# Amelia hates Baths!



## stingraerae (Mar 12, 2012)

Hello Everyone!
I've had my Russian Amelia for just over a week now, and most everything is working out great. She's eaten since day one, my cats love her, she seems to be getting used to her bigger pen and more loving hands, and so far, every "health problem" I've detected has ended up being just my paranoia after a bit of research.

The problem is, she hates baths.  I don't know if it's a normal thing, but I couldn't find much on it. I've given her three so far, sticking to the 2-3 day rule, and every single time I've felt like I was punishing her. She makes little hissy noises, flails around, and even climbs on top of her washing rag to try and escape the dreaded pan (Which has enough room for her to walk around in and is filled with lukewarm water just up to where the two sides of her shell meet). 
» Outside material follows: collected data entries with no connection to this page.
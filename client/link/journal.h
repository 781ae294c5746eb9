/*
 * Files of a home that only grow: written at their end, flushed to disk before the call returns, safe against a crash
 * and against a second command of the same person at the same time.
 */
#ifndef QB_CLIENT_JOURNAL_H
#define QB_CLIENT_JOURNAL_H

#include <stdbool.h>

#include "server/base/buf.h"

/*
 * Appends to a file (mode 0600, created when missing) that must end at `at`.
 *
 * Returned: *done     false when it ends elsewhere: another command wrote meanwhile, or a crash cut the last write
 *           *size     how long the file was; may be NULL
 * Errors:   QB_IO     nothing is appended then
 */
enum qb_status journal_append(const char *path, size_t at, const void *p, size_t n, bool *done, size_t *size,
                              struct qb_error *e) QB_MUST_USE;

#endif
Earlier today, I picked her up to examine the bottom of her shell and she stuck her neck out really far and started shaking it back and fourth. I even try talking to her like a crazy person, continuously telling her, "just one more minute, that's all I promise", but she doesn't even like the first few seconds. Is there any way possible I can make the terrible experience less torturous for my tortoise (Sorry for the lame pun, haha)? I'd greatly appreciate the advice.
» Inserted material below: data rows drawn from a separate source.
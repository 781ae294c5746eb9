/* Tree, proofs and verifiers against the RFC 6962 reference vectors and a public set of probes, most of them negative.
 */
#include "tests/hex.h"
#include "tests/vectors/rfc6962.h"
#include "tests/vectors/rfc6962_probes.h"

#include "server/base/secret.h"
#include "server/ledger/tree.h"

#define COUNT(a) (sizeof(a) / sizeof *(a))

static struct ledger_hash leaf[8];
static struct tree_array array;
static struct tree_leaves leaves;

static int load(void **state)
{
	(void)state;
	for (size_t i = 0; i < COUNT(leaf); i++) {
		uint8_t in[32];
		size_t n = unhex_any(rfc6962_leaves[i], in, sizeof in);
		hash_leaf(&leaf[i], in, n);
	}
	leaves = tree_from_array(&array, leaf, COUNT(leaf));
	return 0;
}

static void roots(void **state)
{
	(void)state;
	struct ledger_hash r;
	struct tree_range t = {0};
	hash_empty(&r);
	same_hex(r.b, rfc6962_empty, 32);
	assert_int_equal(tree_root_of(&leaves, 0, &r, NULL), QB_OK);
	same_hex(r.b, rfc6962_empty, 32);
	for (size_t n = 1; n <= COUNT(leaf); n++) {
		tree_append(&t, &leaf[n - 1]);
		tree_root(&t, &r);
		same_hex(r.b, rfc6962_roots[n - 1], 32);
		assert_int_equal(tree_root_of(&leaves, n, &r, NULL), QB_OK);
		same_hex(r.b, rfc6962_roots[n - 1], 32);
	}
}

static void audit_paths(void **state)
{
	(void)state;
	for (size_t i = 0; i < COUNT(rfc6962_paths); i++) {
		struct tree_proof p;
		struct ledger_hash root;
		uint64_t index = (uint64_t)rfc6962_paths[i].leaf, size = (uint64_t)rfc6962_paths[i].size;
		assert_int_equal(tree_inclusion(&leaves, index, size, &p, NULL), QB_OK);
		assert_int_equal(p.n, rfc6962_paths[i].n);
		for (size_t k = 0; k < p.n; k++)
			same_hex(p.hash[k].b, rfc6962_paths[i].path[k], 32);
		unhex(rfc6962_roots[size - 1], root.b, 32);
		assert_int_equal(tree_check_inclusion(&leaf[index], index, size, &p, &root, NULL), QB_OK);
	}
}

static void consistency(void **state)
{
	(void)state;
	for (size_t i = 0; i < COUNT(rfc6962_consistency); i++) {
		struct tree_proof p;
		struct ledger_hash a, b;
		uint64_t first = (uint64_t)rfc6962_consistency[i].first,
		         second = (uint64_t)rfc6962_consistency[i].second;
		assert_int_equal(tree_consistency(&leaves, first, second, &p, NULL), QB_OK);
		assert_int_equal(p.n, rfc6962_consistency[i].n);
		for (size_t k = 0; k < p.n; k++)
			same_hex(p.hash[k].b, rfc6962_consistency[i].proof[k], 32);
		unhex(rfc6962_roots[first - 1], a.b, 32);
		unhex(rfc6962_roots[second - 1], b.b, 32);
		assert_int_equal(tree_check_consistency(first, &a, second, &b, &p, NULL), QB_OK);
	}
}

static void fill(struct tree_proof *p, const int *place, int n)
{
	p->n = (size_t)n;
	for (int k = 0; k < n; k++)
		unhex(probe_hashes[place[k]], p->hash[k].b, 32);
}

static void inclusion_probes(void **state)
{
	(void)state;
	for (size_t i = 0; i < COUNT(probe_inclusion); i++) {
		struct tree_proof p;
		struct ledger_hash a, root;
		fill(&p, probe_inclusion[i].proof, probe_inclusion[i].n);
		unhex(probe_hashes[probe_inclusion[i].a], a.b, 32);
		unhex(probe_hashes[probe_inclusion[i].b], root.b, 32);
		enum qb_status s =
		    tree_check_inclusion(&a, probe_inclusion[i].x, probe_inclusion[i].y, &p, &root, NULL);
		assert_int_equal(s, probe_inclusion[i].refuse ? QB_NO : QB_OK);
	}
}

static void consistency_probes(void **state)
{
	(void)state;
	for (size_t i = 0; i < COUNT(probe_consistency); i++) {
		struct tree_proof p;
		struct ledger_hash a, b;
		fill(&p, probe_consistency[i].proof, probe_consistency[i].n);
		unhex(probe_hashes[probe_consistency[i].a], a.b, 32);
		unhex(probe_hashes[probe_consistency[i].b], b.b, 32);
		enum qb_status s =
		    tree_check_consistency(probe_consistency[i].x, &a, probe_consistency[i].y, &b, &p, NULL);
		assert_int_equal(s, probe_consistency[i].refuse ? QB_NO : QB_OK);
	}
}

int main(void)
{
	const struct CMUnitTest tests[] = {
	    cmocka_unit_test(roots),
	    cmocka_unit_test(audit_paths),
	    cmocka_unit_test(consistency),
	    cmocka_unit_test(inclusion_probes),
	    cmocka_unit_test(consistency_probes),
	};
	struct qb_error e = {0};
	if (secret_setup(&e) != QB_OK)
		return 1;
	return cmocka_run_group_tests(tests, load, NULL);
}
Also, Thanks to everyone for helping me out so much on my first week. This is truly a great forum. 

-Sophie McHugh


----------



## ascott (Mar 12, 2012)

Some torts don't know the pleasure they are missing while they are flopping around like a maniac...lol....

I would say perhaps without putting water in the soak tub you produce some food offerings from the bath fairy and feed her in there a few times and never put water in during those times...then set her into the tub with a few pieces of food and have a jug of lukewarm water and a small cup...slowly pour the water over her shell (slowly and no splashing) little at a time until the level is at a comfortable level ....see if this works ...maybe yes maybe no....some just don't like soaking...but if you give it a try slowly you never know....


----------



## nicoleandrocky (Mar 12, 2012)

Russian tortoises usually HATE baths but some really enjoy it, its just her personality i think. During the bath like ascott said, i would put food in and slowly pour water on her, try using a larger bin so she doesn't feel so enclosed


----------



## dmmj (Mar 12, 2012)

Most russians hate baths, mine which I have had for over 10 years and they still hate them, I would offer her the opp. to soak on hr own, my climb into their water bowl all of the time to soak.


----------



## JoesMum (Mar 13, 2012)

Russians frequently aren't keen on baths, however some things can help:

1. Do the bath at the start of the day before she's warmed up properly. If she's fully up to temperature, you are in for a lot of scrabbling and stress.
2. Do the bath in a box or bowl with sides that are high enough that she can't see out.
3. Do have the water warm (not hot) rather than tepid 
4. The addition of a small piece of strawberry, tomato or other irresistible treat can help to distract!
5. Persist, they do get used to it


----------



## Jacqui (Mar 13, 2012)

May I ask, why are you soaking her? Is she just a hatchling? If this is an adult we are talking about, why stress her out with forced soaks unless she is sick or there is a real reason to do so? Anything other then a sick animal or a hatchling, should be smart enough to know when they need and want a soaking.


----------



## Tyrtle (Mar 13, 2012)

Where are you soaking? Maybe she feels too enclosed? We soak ours in the bathtub. They have some room to move around. Also since the tub has a shallower end (away from the faucet), they wander over there when they are kind of done with the deeper end of the pool. When they start trying to climb out, I figure they are done.


----------



## stingraerae (Mar 13, 2012)

Jacqui said:


> May I ask, why are you soaking her? Is she just a hatchling? If this is an adult we are talking about, why stress her out with forced soaks unless she is sick or there is a real reason to do so? Anything other then a sick animal or a hatchling, should be smart enough to know when they need and want a soaking.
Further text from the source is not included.